Note, of course, that this does not imply that education can't have as one of its goals giving people what they need to be productive, competitive workers. But if you are judging everything in education on whether it is conducive to this end, you are advocating an educational system in which people are treated like tools and not like people -- in other words, a machine for enslavement.
(4) Of course, part of the problem with liberal arts is due to the academics who are supposed to teach them. 'Liberal arts' have always been those arts or disciplines that are suitable by nature to free people, but with the older meaning of the term they were envisioned as literally skills -- things like being able to add, or understanding how to use geometry, or being able to write and deliver a speech. This was well-defined. The more modern usage is not well-defined at all, and includes all sorts of content that may or may not give skills in the sense that used to be meant. And the result is that what you get is very much more of a mixed bag, and it's harder to tell whether you're getting quality. But it's still possible to do so. And the capacity of these things to improve one's character as a free person should always be foremost in one's evaluation. Jane Austen is worth learning because people who read Austen are people whose lives have value that is independent of their usefulness as labor. Other things, like (say) Zombie Studies, may not be as good as Austen for this while still contributing to this to some extent.
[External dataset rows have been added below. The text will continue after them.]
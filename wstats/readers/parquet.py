"""Parquet files, including the wstats cache that :func:`wstats.readers.cache.convert` writes.

Cache layout (our own): one Parquet column per data column (float64 for numeric columns,
UTF-8 string for character columns), zstd-compressed, in row groups of ``ROW_GROUP`` rows with
each column's statistics (pyarrow's default), so that a reader takes only the columns and the
row groups it needs. Tagged missing values are kept in an
extra ``uint8`` column named ``__tags__<name>`` beside each column that has tags (a column per
row rather than metadata, so it stays cheap for large files and is read only with its column);
the ``__tags__`` prefix is reserved and such columns are never listed as data. Everything
else the source file said is JSON under the key ``wstats`` of the file's key-value metadata::

    {"wstats_cache": 1, "source": {"path": ..., "format": ..., "reader": ..., "sha256": ...},
     "file_label": ..., "columns": {name: {"label": ..., "value_labels": [[code, label], ...],
     "user_missing": [code or [low, high], ...], "numeric": bool, "format": ...}}}

Any other Parquet file reads too: numeric and boolean columns become float64 (nulls NaN),
string columns text (nulls ""), with no labels.

Reading imports pyarrow's core and Parquet modules only: float64 columns are copied straight
from the Arrow buffers and text through Python lists, because pyarrow's ``to_numpy`` imports
pandas (about 0.3 s) and ``cast`` its compute module (about 30 ms; needed only for other
Parquet files' integer, boolean or float32 columns).
"""

from __future__ import annotations

import json
from collections.abc import Sequence
from pathlib import Path
from typing import IO, TYPE_CHECKING, Any

import numpy as np

from wstats.errors import ColumnError, ReadError
from wstats.readers.common import Rows, progress_bar, select_columns
from wstats.readers.raw import EXACT_LIMIT, RawColumn, RawTable

if TYPE_CHECKING:
    import pyarrow as pa
    import pyarrow.parquet as pq

__all__ = ["META_KEY", "ROW_GROUP", "TAGS_PREFIX", "parquet_columns", "read_parquet",
           "write_parquet"]

META_KEY = b"wstats"
TAGS_PREFIX = "__tags__"
ROW_GROUP = 262_144  # rows per row group the cache is written in (the decoding tile's size)
_VERSION = 1


def parquet_columns(path: Path) -> list[str]:
    """Return the data column names of a Parquet file from its schema."""
    return [n for n in _schema(path).names if not n.startswith(TAGS_PREFIX)]


def read_parquet(
    path: Path,
    columns: Sequence[str] | None = None,
    rows: Rows | None = None,
    progress: bool = False,
) -> RawTable:
    """Read a Parquet file (a wstats cache or any other) into a RawTable.

    Only the named columns are read, and of them only the row groups that hold *rows*.
    """
    handle = _open(path)
    schema = handle.schema_arrow
    every = [n for n in schema.names if not n.startswith(TAGS_PREFIX)]
    names = select_columns(path, every, columns)
    tagged = [TAGS_PREFIX + n for n in names if TAGS_PREFIX + n in schema.names]
    groups, skip, count = _row_groups(handle, rows)
    table = _read_table(handle, path, names + tagged, groups, progress)
    if rows is not None:
        table = table.slice(skip, count)
    info = _cache_info(path, schema)
    described = info.get("columns", {})
    cols = {n: _raw_column(path, table, n, described.get(n, {})) for n in names}
    return RawTable(
        path=str(path),
        format="parquet",
        reader="pyarrow",
        n_rows=table.num_rows,
        columns=cols,
        file_columns=every,
        file_label=info.get("file_label"),
    )


def write_parquet(table: RawTable, sink: str | IO[bytes], source_sha256: str | None) -> None:
    """Write a RawTable as a wstats cache (zstd Parquet with the metadata described above)."""
    import pyarrow as pa
    import pyarrow.parquet as pq

    arrays: dict[str, pa.Array] = {}
    for name, col in table.columns.items():
        if col.numeric:
            arrays[name] = pa.array(np.asarray(col.data, dtype=np.float64), type=pa.float64())
        else:
            arrays[name] = pa.array(col.data, type=pa.string())
        if col.tags is not None:
            arrays[TAGS_PREFIX + name] = pa.array(np.asarray(col.tags, dtype=np.uint8))
    info = {
        "wstats_cache": _VERSION,
        "source": {
            "path": table.path,
            "format": table.format,
            "reader": table.reader,
            "sha256": source_sha256,
        },
        "file_label": table.file_label,
        "columns": {name: _describe(col) for name, col in table.columns.items()},
    }
    out = pa.table(arrays).replace_schema_metadata({META_KEY: json.dumps(info).encode()})
    pq.write_table(out, sink, compression="zstd", row_group_size=ROW_GROUP,
                   write_statistics=True)


def _schema(path: Path) -> pa.Schema:
    """Read a Parquet file's schema, turning pyarrow failures into ReadError."""
    return _open(path).schema_arrow


def _open(path: Path) -> pq.ParquetFile:
    """Open a Parquet file (its footer is read once), turning pyarrow failures into ReadError."""
    import pyarrow as pa
    import pyarrow.parquet as pq

    try:
        return pq.ParquetFile(path)
    except (pa.ArrowException, OSError, ValueError) as exc:
        raise _damaged(path, exc) from exc


def _row_groups(handle: pq.ParquetFile, rows: Rows | None) -> tuple[list[int], int, int | None]:
    """Return the row groups holding *rows*, the rows to skip in the first, and the count.

    ``rows`` is ``(start, stop)`` (stop None = to the end); None means every row group.
    """
    meta = handle.metadata
    if rows is None:
        return list(range(meta.num_row_groups)), 0, None
    start, stop = rows
    first = 0
    groups = []
    for i in range(meta.num_row_groups):  # a loop over row groups (a few per million rows)
        n = meta.row_group(i).num_rows
        if first + n > start and (stop is None or first < stop):
            groups.append(i)
        first += n
    begin = sum(meta.row_group(i).num_rows for i in range(groups[0])) if groups else 0
    skip = max(start - begin, 0)
    return groups, skip, None if stop is None else max(stop - max(start, begin), 0)


def _read_table(handle: pq.ParquetFile, path: Path, names: list[str], groups: list[int],
                progress: bool) -> pa.Table:
    """Read the named columns of *groups*, behind a progress bar when asked."""
    import pyarrow as pa

    try:
        if not progress or len(groups) < 2:
            return handle.read_row_groups(groups, columns=names)
        parts = []
        with progress_bar(progress, f"reading {path.name}", len(groups)) as advance:
            for done, i in enumerate(groups, 1):
                parts.append(handle.read_row_group(i, columns=names))
                advance(done)
        return pa.concat_tables(parts)
    except (pa.ArrowException, OSError, ValueError) as exc:
        raise _damaged(path, exc) from exc


def _damaged(path: Path, exc: Exception) -> ReadError:
    """Return the one-line ReadError for a file pyarrow cannot read."""
    # pyarrow's messages run over several lines; the first says what went wrong.
    lines = [" ".join(line.split()) for line in str(exc).splitlines()]
    detail = next((line for line in lines if line), type(exc).__name__)
    return ReadError(
        f"'{path}' cannot be read as a Parquet file ({detail}); it may be truncated or "
        "corrupt: download or convert it again"
    )


def _cache_info(path: Path, schema: pa.Schema) -> dict[str, Any]:
    """Return the wstats metadata of a cache file ({} for other Parquet files)."""
    raw = (schema.metadata or {}).get(META_KEY)
    if raw is None:
        return {}
    try:
        info = json.loads(raw)
    except ValueError as exc:
        raise ReadError(f"the wstats metadata of '{path}' is damaged; convert again") from exc
    if not isinstance(info, dict) or info.get("wstats_cache") != _VERSION:
        raise ReadError(f"'{path}' is a wstats cache of an unknown version; convert again")
    return info


def _raw_column(path: Path, table: pa.Table, name: str, info: dict[str, Any]) -> RawColumn:
    """Build one RawColumn from its Parquet column and its cache description."""
    exact = _beyond_float(table.column(name))
    if exact:  # whole numbers beyond 2**53: decimal text keeps each one distinct
        data, numeric = _decimal_text(table.column(name)), False
    else:
        data, numeric = _to_numpy(path, name, table.column(name))
    tag_name = TAGS_PREFIX + name
    tags = None
    if tag_name in table.column_names:
        tags = _uint8(table.column(tag_name))
    return RawColumn(
        name=name,
        data=data,
        label=info.get("label"),
        value_labels={_key(code): str(label) for code, label in info.get("value_labels", [])},
        tags=tags,
        user_missing=[_missing(item) for item in info.get("user_missing", [])],
        numeric=numeric,
        format=info.get("format"),
        exact_integers=exact,
    )


def _beyond_float(column: pa.ChunkedArray) -> bool:
    """Tell whether an integer column holds a value float64 cannot hold exactly."""
    import pyarrow as pa

    kind = column.type
    if pa.types.is_dictionary(kind):
        kind = kind.value_type
    if not pa.types.is_integer(kind) or kind.bit_width < 54:
        return False
    import pyarrow.compute as pc  # only for 64-bit integers: the cache's numbers are float64
    bounds = pc.min_max(column if kind == column.type else column.cast(kind))
    low, high = bounds["min"].as_py(), bounds["max"].as_py()
    return low is not None and max(abs(low), abs(high)) > EXACT_LIMIT


def _decimal_text(column: pa.ChunkedArray) -> np.ndarray:
    """Return an integer column as an object array of decimal text ("" for null)."""
    import pyarrow as pa

    text = column.cast(pa.string()).combine_chunks() if not pa.types.is_dictionary(
        column.type) else column.cast(column.type.value_type).cast(pa.string()).combine_chunks()
    out = np.asarray(text.to_numpy(zero_copy_only=False), dtype=object)
    out[np.asarray(text.is_null().to_numpy(zero_copy_only=False), dtype=bool)] = ""
    return out


def _to_numpy(path: Path, name: str, column: pa.ChunkedArray) -> tuple[np.ndarray, bool]:
    """Convert an Arrow column to float64 (numbers, booleans) or an object array of str."""
    import pyarrow as pa

    kind = column.type
    if pa.types.is_dictionary(kind):
        column = column.cast(kind.value_type)
        kind = column.type
    if pa.types.is_integer(kind) or pa.types.is_floating(kind) or pa.types.is_boolean(kind):
        if kind != pa.float64():  # not a cache's own column: cast (imports pyarrow.compute)
            column = column.cast(pa.float64())
        return _chunks_float64(column), True
    if pa.types.is_string(kind) or pa.types.is_large_string(kind):
        text = np.empty(len(column), dtype=object)
        text[:] = ["" if v is None else v for v in column.to_pylist()]
        return text, False
    raise ColumnError(
        f"column '{name}' of '{path}' has type {kind}, which wstats cannot use; "
        "store it as a number or as text"
    )


def _chunks_float64(column: pa.ChunkedArray) -> np.ndarray:
    """Return a float64 Arrow column (one chunk per row group) as one writable numpy array."""
    out = np.empty(len(column))
    at = 0
    for chunk in column.chunks:  # a loop over row groups, not rows
        _float64(chunk, out[at : at + len(chunk)])
        at += len(chunk)
    return out


def _float64(array: pa.Array, out: np.ndarray | None = None) -> np.ndarray:
    """Return a float64 Arrow array as a writable numpy copy (into *out*), nulls as NaN.

    Straight from the Arrow buffers: pyarrow's own ``to_numpy`` imports pandas (0.3 s).
    """
    n = len(array)
    values = np.empty(n) if out is None else out
    if n == 0:
        return values
    data = array.buffers()[1]
    values[:] = np.frombuffer(data, dtype=np.float64, count=n, offset=array.offset * 8)
    if array.null_count:
        values[~_valid_bits(array)] = np.nan
    return values


def _valid_bits(array: pa.Array) -> np.ndarray:
    """Return an Arrow array's validity bitmap as booleans (True = not null)."""
    bits = np.unpackbits(np.frombuffer(array.buffers()[0], dtype=np.uint8), bitorder="little")
    return bits[array.offset : array.offset + len(array)].astype(bool)


def _uint8(column: pa.ChunkedArray) -> np.ndarray:
    """Return a cache's uint8 tag column as one numpy array (it has no nulls)."""
    import pyarrow as pa

    if column.type != pa.uint8() or column.null_count:
        raise ReadError("a missing-value tag column of this wstats cache is damaged; "
                        "convert again")
    out = np.empty(len(column), dtype=np.uint8)
    at = 0
    for chunk in column.chunks:  # a loop over row groups, not rows
        n = len(chunk)
        out[at : at + n] = np.frombuffer(chunk.buffers()[1], dtype=np.uint8, count=n,
                                         offset=chunk.offset)
        at += n
    return out


def _describe(col: RawColumn) -> dict[str, Any]:
    """Return the JSON-ready metadata of one column."""
    return {
        "label": col.label,
        "value_labels": [[code, label] for code, label in col.value_labels.items()],
        "user_missing": [list(m) if isinstance(m, tuple) else m for m in col.user_missing],
        "numeric": col.numeric,
        "format": col.format,
    }


def _key(code: Any) -> float | str:
    """Return a value-label code read from JSON: numbers as float, text as str."""
    return code if isinstance(code, str) else float(code)


def _missing(item: Any) -> float | tuple[float, float]:
    """Return a user-missing declaration read from JSON: a code or a (low, high) range."""
    if isinstance(item, list):
        return (float(item[0]), float(item[1]))
    return float(item)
(5) But through it all we should remember that the liberal arts simply don't depend on the collegiate system; it depends on them, whether it acknowledges that fact or not. If the whole college system were to go bottoms up, people would still practice the liberal arts. There are real benefits to having educational institutions that support the liberal arts, but those institutions aren't essential to the arts. And I think this ends up being important. One reason why the liberal arts struggle is that so many people think of them as something you only do in college. This is clearly false. But as long as it is not recognized as false, people will never appreciate how much of what we call civilization is actually constructed entirely out of the liberal arts, or how much the liberal arts are a part of their lives when they aren't merely serving someone else's demands. Do you want people to appreciate the liberal arts? Start reminding them that their minds and hearts are free, and that they themselves show their true value in acts of liberty rather than in acts of servility.